> **DATASET CONTENT**

package tui

import (
	"fmt"
	"math"
	"strings"

	"isofield/interp"
)

// canvas is a character grid for the profile's charts.
type canvas struct {
	w, h  int
	cells [][]rune
}

func newCanvas(w, h int) *canvas {
	c := &canvas{w: w, h: h, cells: make([][]rune, h)}
	for r := range c.cells {
		c.cells[r] = []rune(strings.Repeat(" ", w))
	}
	return c
}

func (c *canvas) set(col, row int, g rune) {
	if col >= 0 && col < c.w && row >= 0 && row < c.h {
		c.cells[row][col] = g
	}
}

// hline draws a dotted line across row r under what is drawn later.
func (c *canvas) hline(r int, g rune) {
	for col := 0; col < c.w; col += 2 {
		c.set(col, r, g)
	}
}

// line draws the sample at column col and row r, joined vertically to the
// previous sample's row prev (-1: none).
func (c *canvas) line(col, prev, r int) {
	if prev >= 0 {
		for k := min(prev, r) + 1; k < max(prev, r); k++ {
			c.set(col, k, '|')
		}
	}
	c.set(col, r, '*')
}

// render writes the canvas with value labels at the top and bottom rows
// and midValue at row mid (the zero line, or the middle), all shown in u.
func (c *canvas) render(lo, hi float64, mid int, midValue float64, u dispUnit) string {
	var sb strings.Builder
	for r, row := range c.cells {
		label := ""
		switch r {
		case 0:
			label = u.num(hi)
		case c.h - 1:
			label = u.num(lo)
		case mid:
			label = u.num(midValue)
		}
		fmt.Fprintf(&sb, "%*s │%s", profileLeft-1, label, string(row))
		if r < c.h-1 {
			sb.WriteByte('\n')
		}
	}
	return sb.String()
}

// gridSurface reads a grid as a surface: V and its gradient bilinear
// between nodes. It stands in for the fitted model when a result has none
// (results made by hand); masked corners are skipped, and a cell with
// every corner masked reads 0 (the profile blanks it).
type gridSurface struct{ g *interp.Grid }

var _ interp.Interpolant = gridSurface{}

// Value returns V at (x, y).
func (s gridSurface) Value(x, y float64) float64 { return s.blend(s.g.V, x, y) }

// Gradient returns (dV/dx, dV/dy) at (x, y).
func (s gridSurface) Gradient(x, y float64) (float64, float64) {
	return s.blend(s.g.GX, x, y), s.blend(s.g.GY, x, y)
}

// blend interpolates field f bilinearly in the cell holding (x, y),
// clamped to the grid.
func (s gridSurface) blend(f []float64, x, y float64) float64 {
	g := s.g
	fx := min(max((x-g.X0)/g.DX, 0), float64(g.NX-1))
	fy := min(max((y-g.Y0)/g.DY, 0), float64(g.NY-1))
	i, j := min(int(fx), g.NX-2), min(int(fy), g.NY-2)
	tx, ty := fx-float64(i), fy-float64(j)
	var sum, wsum float64
	for _, c := range [4][3]float64{{0, 0, (1 - tx) * (1 - ty)}, {1, 0, tx * (1 - ty)}, {0, 1, (1 - tx) * ty}, {1, 1, tx * ty}} {
		k := g.Index(i+int(c[0]), j+int(c[1]))
		if !g.Mask[k] && !math.IsNaN(f[k]) {
			sum += c[2] * f[k]
			wsum += c[2]
		}
	}
	if wsum == 0 {
		return 0
	}
	return sum / wsum
}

> **AIM OF THE EXERCISE**
In the listing above, find the line with "func (c *canvas) line(col, prev, r" and the line with "and bottom rows"; output exactly those lines and all lines between them.

> **SOLUTION TO THIS EXERCISE**
func (c *canvas) line(col, prev, r int) {
	if prev >= 0 {
		for k := min(prev, r) + 1; k < max(prev, r); k++ {
			c.set(col, k, '|')
		}
	}
	c.set(col, r, '*')
}

// render writes the canvas with value labels at the top and bottom rows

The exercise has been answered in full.